まず、合成樹脂製の容器(容量:1リットル)内の下水汚泥の脱水ケーキ100gに対して、廃液を15g加えた後、撹拌棒で撹拌し、流通用ケーキを調製した。調製後、容器の口を合成樹脂製のフィルムで封をした。なお、廃液の添加量は、現場での実際の処理が、下水汚泥の脱水ケーキ10トンに対して工業用水1〜1.5トンを添加して行なわれることに基づいて定めたものである。

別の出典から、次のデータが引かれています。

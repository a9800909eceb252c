package sight_test

import (
	"context"
	"math"
	"testing"

	"enfilade/solver/arrange"
	"enfilade/solver/exact"
	"enfilade/solver/mesh"
	"enfilade/solver/plantest"
	"enfilade/solver/sight"
)

const metre = 10000

func build(t testing.TB, text string) *mesh.Mesh {
	t.Helper()
	o, problems := arrange.Draw(plantest.Parse(t, text))
	if len(problems) > 0 {
		t.Fatalf("the plan has problems: %v", problems)
	}
	m, err := arrange.Build(context.Background(), arrange.Round(o))
	if err != nil {
		t.Fatal(err)
	}
	return m
}

func at(x, y float64) exact.Pt {
	return exact.Pt{X: int32(math.Round(x * metre)), Y: int32(math.Round(y * metre))}
}

// TestRegion holds regions against figures worked out by hand, in metres.
func TestRegion(t *testing.T) {
	const lRoom = "floor 0,0 6,0 6,2 2,2 2,6 0,6; "
	const pillar = "floor 0,0 10,0 10,10 0,10; block 4,4 6,4 6,6 4,6; "
	for _, c := range []struct {
		name, plan      string
		eye             exact.Pt
		clip            sight.Clip
		area            float64
		wall, occluding float64
		side            float64
	}{
		{"unit square", "floor 0,0 1,0 1,1 0,1", at(.5, .5), sight.Clip{}, 1, 4, 0, 0},
		{"L from the corner", lRoom, at(1, 1), sight.Clip{}, 20, 24, 0, 0},
		{"L from an arm", lRoom, at(5, 1), sight.Clip{}, 38. / 3, 44. / 3, 2 * math.Sqrt(10) / 3, 0},
		{"L along a wall's face", lRoom, at(1, 2), sight.Clip{}, 20, 24, 0, 0},
		{"L on a wall's face", lRoom, at(4, 2), sight.Clip{}, 12, 6 + 2 + 2 + 4, 2, 0},
		{"L in the inner corner", lRoom, at(2, 2), sight.Clip{}, 20, 24, 0, 0},
		{"L in an outer corner", lRoom, at(6, 0), sight.Clip{}, 13, 6 + 2 + 4 + 3, math.Hypot(2, 1), 0},
		{"pillar", pillar, at(5, 1), sight.Clip{}, 76, 0, 4 * math.Sqrt(10), 0},
		{"screen", "floor -4,-4 4,-4 4,4 -4,4; screen 2,-1 2,1", at(0, 0), sight.Clip{}, 58, 0, 2 * math.Sqrt(5), 0},
		{"edge-on wall", "floor -4,-4 4,-4 4,4 -4,4; wall 1,0 2,0", at(0, 0), sight.Clip{}, 64, 32, 0, 0},
		{"eye on a thin wall", "floor -4,-4 4,-4 4,4 -4,4; wall -1,0 2,0", at(0, 0), sight.Clip{}, 64, 32, 0, 0},
		{"eye on a thin wall's end", "floor -4,-4 4,-4 4,4 -4,4; wall 0,0 2,0", at(0, 0), sight.Clip{}, 64, 32, 0, 0},
		{"sector", "floor -5,-5 5,-5 5,5 -5,5", at(0, 0), sight.View(0, 60), 25 / math.Sqrt(3), 10 / math.Sqrt(3), 0, 20 / math.Sqrt(3)},
		{"three quarters", "floor -5,-5 5,-5 5,5 -5,5", at(0, 0), sight.View(0, 270), 75, 30, 0, 10 * math.Sqrt2},
		{"front of a wall", "floor -4,-4 4,-4 4,4 -4,4; wall -1,0 2,0", at(0, 0), sight.Front(at(-1, 0), at(1, 0)), 32, 8 + 4 + 4 + 3, 0, 5},
	} {
		r, err := sight.New(build(t, c.plan)).Clipped(c.eye, 16000, c.clip)
		if err != nil {
			t.Errorf("%s: %v", c.name, err)
			continue
		}
		l := r.Lengths()
		near := func(what string, got, want, tol float64) {
			if math.Abs(got-want) > tol*want+1e-12 {
				t.Errorf("%s: %s is %.12g, want %.12g", c.name, what, got, want)
			}
		}
		near("area", r.Area()/metre/metre, c.area, 1e-8)
		if c.wall > 0 {
			near("wall", l[sight.Wall]/metre, c.wall, 1e-8)
		}
		near("occluding", l[sight.Occluding]/metre, c.occluding, 1e-8)
		near("sides", l[sight.ClipSide]/metre, c.side, 1e-8)
	}
}

func TestRegionRange(t *testing.T) {
	m := build(t, "floor -5,-5 5,-5 5,5 -5,5")
	for _, radius := range []int32{300, 20000, 49999, 52000, 60000, 72000} {
		r, err := sight.New(m).Clipped(at(0, 0), 16000, sight.Clip{Range: sight.RangePolygon(at(0, 0), radius)})
		if err != nil {
			t.Fatal(err)
		}
		// The circle cut by the square, between the circle itself and one smaller by 1 mm.
		if lo, hi, got := discInSquare(float64(radius)-10, 50000), discInSquare(float64(radius), 50000), r.Area(); got < lo || got > hi {
			t.Errorf("range %d: area %v is not between %v and %v", radius, got, lo, hi)
		}
	}
}

// discInSquare is the area of a disc of radius r within a square of half side h around the same centre.
func discInSquare(r, h float64) float64 {
	if r <= h {
		return math.Pi * r * r
	}
	if r >= h*math.Sqrt2 {
		return 4 * h * h
	}
	a := math.Acos(h / r)
	return math.Pi*r*r - 4*(r*r*a-h*math.Sqrt(r*r-h*h))
}

func TestSees(t *testing.T) {
	f := sight.New(build(t, "floor 0,0 10,0 10,10 0,10; block 4,4 6,4 6,6 4,6; wall 2,8 2,9"))
	for _, c := range []struct {
		a, b exact.Pt
		want bool
	}{
		{at(5, 1), at(5, 4), true}, {at(5, 1), at(5, 9), false}, {at(5, 1), at(4, 5), false},
		{at(2, 2), at(6, 4), true}, {at(4, 2), at(4, 8), true}, {at(3, 3), at(6, 6), false}, {at(3, 3), at(4, 4), true},
		{at(2, 7), at(2, 10), true}, {at(2, 8.5), at(1, 1), true}, {at(2, 8.5), at(2, 8), true}, {at(1, 8.5), at(3, 8.5), false},
		{at(5, 5), at(1, 1), false}, {at(1, 1), at(5, 5), false}, {at(4, 5), at(1, 5), true}, {at(4, 5), at(5, 5), false},
	} {
		if got := f.Sees(c.a, c.b, 16000); got != c.want {
			t.Errorf("%v sees %v: %v, want %v", c.a, c.b, got, c.want)
		}
	}
}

次いで、30℃の恒温器内で、所定時間経過した時点(模擬廃液については6時間経過後の時点、実廃液については0.5時間、3時間、6時間、24時間の各時間経過後の時点)で、容器内のアンモニア、硫化水素、メチルメルカプタンの各濃度を、ガス検知管を用いて測定した。なお、実廃液については、各時点での測定の終了後、容器内の臭気ガスを追い出して、容器内に臭気ガスが存在しない状態として、再度、合成樹脂製のフィルムで封をし、以下、所定時間経過後の測定を繰り返すという方法を採用した。
下水汚泥の脱水ケーキとして、高分子系凝集剤を用いて得られた脱水ケーキ、または、無機系凝集剤を用いて得られた脱水ケーキを用い、かつ、廃液として、模擬廃液1〜6または工業用水(参考例)を用いた実験例の結果を、図2〜図7に示す。

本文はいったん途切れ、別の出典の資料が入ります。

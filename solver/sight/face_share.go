package sight

import (
	"context"
	"math"

	"enfilade/solver/exact"
)

// shareSteps is how many windows beside the first a share of a face is looked for through. A place that sees the share with a
// thirty-second of the rest of the face to spare sees one of the windows.
const shareSteps = 32

// Share appends to dst the places that see, in one stretch, at least a share of a face, 0 < share < 1: those that see all of
// one of the face's windows, stretches of that share at equal steps from one end to the other, or all of the face. Their ends
// are taken outwards to the grid, on the front of the face or level with it. The Origin of each piece is the index of its
// window.
//
// So no place counts that sees less than the share, and one that sees wider than the share by ShareError does. The windows of a
// slanting face lie up to a grid unit before it: there both may fail for what stands between, and the second within a few
// degrees of the face's line.
//
//   - Errors: ErrOutside, ErrBlind; the context's when it is cancelled.
//   - Cost: that of Whole for each window.
func (f *Finder) Share(ctx context.Context, dst []Piece, c Face, share float64, height int32) (pieces []Piece, windows []Face, err error) {
	n := len(dst)
	windows = c.windows(share)
	for i, w := range windows {
		if err := ctx.Err(); err != nil {
			return dst, windows, err
		}
		before := len(dst)
		if dst, err = f.Whole(dst, w, height); err != nil {
			return dst, windows, err
		}
		level := exact.Orient(c.A, c.B, w.A) == 0 && exact.Orient(c.A, c.B, w.B) == 0
		for k := before; k < len(dst); k++ {
			dst[k].Origin = int32(i)
			if !level {
				dst[k].add(c.front(), true)
			}
		}
	}
	return append(dst[:n], f.Reduced(dst[n:])...), windows, nil
}

// ShareError returns by how much more than a share of a face a place must see in one stretch to be sure to count: a step
// between windows, and what taking both ends of a window to the grid may add.
func ShareError(c Face, share float64) float64 {
	return (1-share)/shareSteps + 4/exact.Dist(c.A, c.B)
}

// windows returns the stretches of a face through which a share of it is looked for, and the face itself.
func (c Face) windows(share float64) []Face {
	length := exact.Dist(c.A, c.B)
	list := []Face{c}
	for i := range shareSteps + 1 {
		from := (1 - share) * length * float64(i) / shareSteps
		w := Face{c.gridAt(from, -1), c.gridAt(from+share*length, 1)}
		if i == 0 {
			w.A = c.A
		}
		if i == shareSteps {
			w.B = c.B
		}
		if w != c && w.A != w.B && w != list[len(list)-1] {
			list = append(list, w)
		}
	}
	return list
}

// gridAt returns the grid point nearest to the face's point at distance s from A that lies on the front or level with it, and
// not further towards B than s, if way is -1, or not less far, if it is 1.
func (c Face) gridAt(s float64, way float64) exact.Pt {
	d := c.B.Sub(c.A)
	length := math.Sqrt(float64(d.Len2()))
	x, y := s*float64(d.X)/length, s*float64(d.Y)/length
	best, found := c.A, math.Inf(1)
	if way > 0 {
		best = c.B
	}
	for dx := -2; dx <= 2; dx++ {
		for dy := -2; dy <= 2; dy++ {
			v := exact.Vec{X: int32(math.Round(x)) + int32(dx), Y: int32(math.Round(y)) + int32(dy)}
			along := float64(d.Dot(v)) / length
			if d.Cross(v) < 0 || (along-s)*way < 0 || along < 0 || along > length {
				continue
			}
			if off := math.Hypot(float64(v.X)-x, float64(v.Y)-y); off < found {
				best, found = c.A.Add(v), off
			}
		}
	}
	return best
}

また、下水汚泥の脱水ケーキとして、高分子系凝集剤を用いて得られた脱水ケーキを用い、かつ、実廃液1〜7または工業用水(参考例)を用いた実験例(実施例1〜7、参考例1)の結果を、表2に示す。なお、表2中の「hr」は、「時間(hour)経過時」を表す。また、「ND」は、検出限界値未満であったことを表す。
Figure 2009195886
図2〜図7に示すように、模擬廃液を用いた場合、pHが2を超え12.5未満の範囲内では、臭気ガスの発生量は、工業用水を用いた場合と同等以下であり、実用に適する範囲内であることがわかる。
図2〜図7から、脱水ケーキを調製する際に、無機系凝集剤を用いるよりも、高分子系凝集剤を用いたほうが、臭気ガスの発生量が少ないこともわかる。

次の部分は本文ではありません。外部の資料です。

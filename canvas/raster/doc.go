// Package raster draws a display list of canvas/paint to an image.
//
// A picture has two layers. [NewBase] draws the base once, on any goroutine: an opaque image, and beside it two masks
// that say how much ink lies on each pixel. [Frame.Draw] copies the base and blends the overlay into it span by span;
// where the list says that a step lies under ink, its coverage is multiplied by what the ink leaves free, so that walls
// stay on top without a second layer. It makes no allocation once its buffers have grown.
//
// Shapes are filled by gg's rasteriser (golang/freetype/raster) with a span painter of our own; the large fills of a base
// go through golang.org/x/image/vector in one pass, and its plain lines through gg. Letters are rasterised once for each
// size and quarter of a pixel, and kept.
package raster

表2に示すように、実施例1〜7(実廃液)と参考例1(工業用水)とでは、臭気ガスの発生量に関して、顕著な差はなかった。特に、臭気ガスの発生量の増大が予想される、酸性またはアルカリ性の領域の廃液を使用した場合であっても、中性領域の廃液を使用した場合と同程度の臭気ガスが発生するだけであった。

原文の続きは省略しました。